Trump Personally Intervened To Shut Down Iowa's Request To Fix Obamacare — REPORT

by Jessicah Lahitou

With enrollment for the Affordable Care Act set to open on Nov. 1, the government should ostensibly be preparing to integrate a slew of new enrollees into the health care system. But it seems President Trump and his administration are attempting the opposite. Trump himself intervened to squash Iowa's ACA improvement plan, and the Buckeye State isn't the only one getting a cold shoulder from the administration. Numerous agencies report the president and various federal agencies have worked to stifle their enrollment efforts.

Republicans have been unable to come through on their promise to "repeal and replace" the ACA, with multiple votes in Congress failing to pass since Trump took office. So the ACA is here to stay, at least for the foreseeable future. And some states have put together plans to make the health care legislation run better. Iowa is one of them.

And Iowa is in need of reform. Wellmark Blue Cross and Blue Shield, its largest insurer, had threatened to leave the state's insurance market. But Iowa's plan to test its own ACA reform seemed enough of an incentive to convince the insurance company to stay. It remains to be seen if Trump's personal intervention will change that.

As Iowa is a Republican state, Trump's determination to stop its health care efforts is raising many eyebrows.

Iowa's plan centers on changing the distribution of health care subsidies and offering reinsurance to alleviate the financial burden on insurance companies from very high cost enrollees. Premium subsidies would convert to flat payments based on age and income, as opposed to a calculated percentage of each individual's health care plan. And insurance companies would be reimbursed by the state for covering expensive medical costs for the most in need customers.

Many states were looking to Iowa's health care reforms as a possible blueprint for their own improvements to the ACA. And state officials reported that they expected to have their plans approved by the Department of Health and Human Services, with whom they'd been in regular communication.

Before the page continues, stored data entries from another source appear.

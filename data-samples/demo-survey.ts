/**
 * The invented Skarveld survey: where the stations are, what problems are planted, and the
 * invented geology (a buried dense body and a regional trend) that the observed gravity of
 * make-demo.ts is forward-modelled from. Positions are UTM 33N metres.
 */
import { G } from '../src/constants.js';
import { prismGzFactor } from '../src/kernels/prism.js';
import { toMgal } from '../src/units.js';
import { SURVEY_CENTRE_E_M, SURVEY_CENTRE_N_M } from './demo-terrain.js';
import { mulberry32 } from '../test/helpers/seeded-random.js';

export { mulberry32 };


/** Standard normal deviates from a uniform source (Box-Muller). */
export function gaussian(rand: () => number): () => number {
  return () => {
    const u = 1 - rand(); // (0, 1]: log never sees 0
    return Math.sqrt(-2 * Math.log(u)) * Math.cos(2 * Math.PI * rand());
  };
}

export interface PlannedStation {
  id: string;
  eM: number;
  nM: number;
}

/** Stations every spacingM along a polyline of survey-centre-relative vertices (a road). */
function traverse(prefix: string, vertices: [number, number][], spacingM: number): PlannedStation[] {
  const out: PlannedStation[] = [];
  let carry = 0;
  for (let k = 0; k + 1 < vertices.length; k++) {
    const [x0, y0] = vertices[k] as [number, number];
    const [x1, y1] = vertices[k + 1] as [number, number];
    const len = Math.hypot(x1 - x0, y1 - y0);
    for (let s = carry; s < len; s += spacingM) {
      const t = s / len;
      out.push({ id: `${prefix}${String(out.length + 1).padStart(3, '0')}`, eM: SURVEY_CENTRE_E_M + x0 + t * (x1 - x0), nM: SURVEY_CENTRE_N_M + y0 + t * (y1 - y0) });
      carry = s + spacingM - len;
    }
  }
  return out;
}

/**
 * Station plan: a 1.6 km grid (positions jittered by up to +-150 m) and three road traverses
 * (stations every 350 m): road A along the valley, road B from the south-west over the ridges
 * onto the plateau, road C north-south across the valley. All within 10 km of the centre.
 */
export function plannedStations(rand: () => number): PlannedStation[] {
  const grid: PlannedStation[] = [];
  for (let i = 0; i < 12; i++) {
    for (let j = 0; j < 12; j++) {
      grid.push({
        id: `G${String(grid.length + 1).padStart(3, '0')}`,
        eM: SURVEY_CENTRE_E_M - 8800 + 1600 * j + 300 * (rand() - 0.5),
        nM: SURVEY_CENTRE_N_M - 8800 + 1600 * i + 300 * (rand() - 0.5),
      });
    }
  }
  const valleyRoad: [number, number][] = [];
  for (let x = -9500; x <= 9500; x += 1000) valleyRoad.push([x, -3000 + 1200 * Math.sin(x / 4500) + 250]);
  const a = traverse('A', valleyRoad, 350);
  const b = traverse('B', [[-8500, -9000], [-5000, -5200], [-1500, -1000], [2500, 2000], [6000, 5200], [8800, 9000]], 350);
  const c = traverse('C', [[2600, -9500], [3400, -5000], [2200, -1500], [3800, 2500], [3000, 9500]], 350);
  return [...grid, ...a, ...b, ...c];
}

/** Planted problems: ids and what was done to them (README and tests read these). */
export const PLANTED = {
  /** Reported height off by +15 m (a misread antenna height). */
  blunderHigh: { id: 'G050', offsetM: 15 },
  /** Reported height off by -25 m (a keying error). */
  blunderLow: { id: 'A030', offsetM: -25 },
  /** Read on a 60 m mast platform: height and gravity observed 60 m above the ground. */
  tower: { id: 'B020', aboveGroundM: 60 },
  /** Re-occupied under a new id at exactly the same position. */
  duplicate: { of: 'G100', id: 'G100R' },
} as const;

/** Density of the invented terrain, kg/m^3: the value a density estimate should find. */
export const TRUE_DENSITY_KG_M3 = 2550;

/** Buried dense body: a right prism, bounds relative to the survey centre (m), elevations (m). */
export const BODY = {
  westM: -4500,
  eastM: -1500,
  southM: 1000,
  northM: 3500,
  topElevationM: -300,
  bottomElevationM: -2500,
  densityContrastKgM3: 250,
};

/** Gravity of the buried body at a station, mGal (z down, station at its own height). */
export function bodyEffectMgal(eM: number, nM: number, heightM: number): number {
  const x = eM - SURVEY_CENTRE_E_M;
  const y = nM - SURVEY_CENTRE_N_M;
  const f = prismGzFactor(BODY.westM - x, BODY.eastM - x, BODY.southM - y, BODY.northM - y, heightM - BODY.topElevationM, heightM - BODY.bottomElevationM);
  return toMgal(G * BODY.densityContrastKgM3 * f);
}

/** Regional trend: a plane, mGal, with the gradients below (per km east / north of the centre). */
export const TREND = { offsetMgal: -32, eastMgalPerKm: 0.34, northMgalPerKm: -0.04 };

export function trendMgal(eM: number, nM: number): number {
  return TREND.offsetMgal + (TREND.eastMgalPerKm * (eM - SURVEY_CENTRE_E_M)) / 1000 + (TREND.northMgalPerKm * (nM - SURVEY_CENTRE_N_M)) / 1000;
}

/** Standard deviations of the invented measurement errors. */
export const NOISE = { gpsHeightM: 0.1, gravityMgal: 0.02 };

Then Trump made a phone call Seema Verna, the current head of the Centers for Medicare and Medicaid Services, and told her to deny Iowa's application waiver, The Guardian reported. It's an "unusual" move, according to Eliot Fishaman, who oversaw the CMS under President Obama, the agency in charge of approving or denying waiver requests that would allow states like Iowa to implement their reform ideas.

For the POTUS to involve himself in state reform efforts with his own unsolicited opinion is not typical, nor was it anticipated.

Iowa's plan is not universally popular, with many of the most vocal opposition coming from groups questioning its coverage for low-income Iowans. The National Alliance on Mental Illness voiced concern over the elimination of a cost-sharing mechanism that could significantly raise premiums for economically less advantaged enrollees. And the American Cancer Society Cancer Action Network advised Iowa to scale back its waiver reform to strictly reinsurance, stating the current plan "would likely result in decreased access to care for many Iowans.”

But these concerns are almost certainly not behind Trump's reported efforts to shut down Iowa's ACA reform. That motivation, critics say, appears to be a desire to see the ACA fail.

On that front, the Health and Human Services advertising budget was cut by 90 percent. Other grass roots organizations that received federal funding to help enroll Americans in the ACA were warned their grants could be cut by up to 92 percent. For example, Enroll Michigan saw its grant drop from $1.2 million to $129,899, a cut so drastic that the group's executive director, Dizzy Warren, wondered if they might have to shut down altogether. Other groups have had similarly enormous budget cuts.

With a rejection of a state plan crafted by his own party, and huge budget cuts to organizations that oversee ACA enrollment efforts, Trump seems to be resisting anything that might help the health insurance marketplace succeed.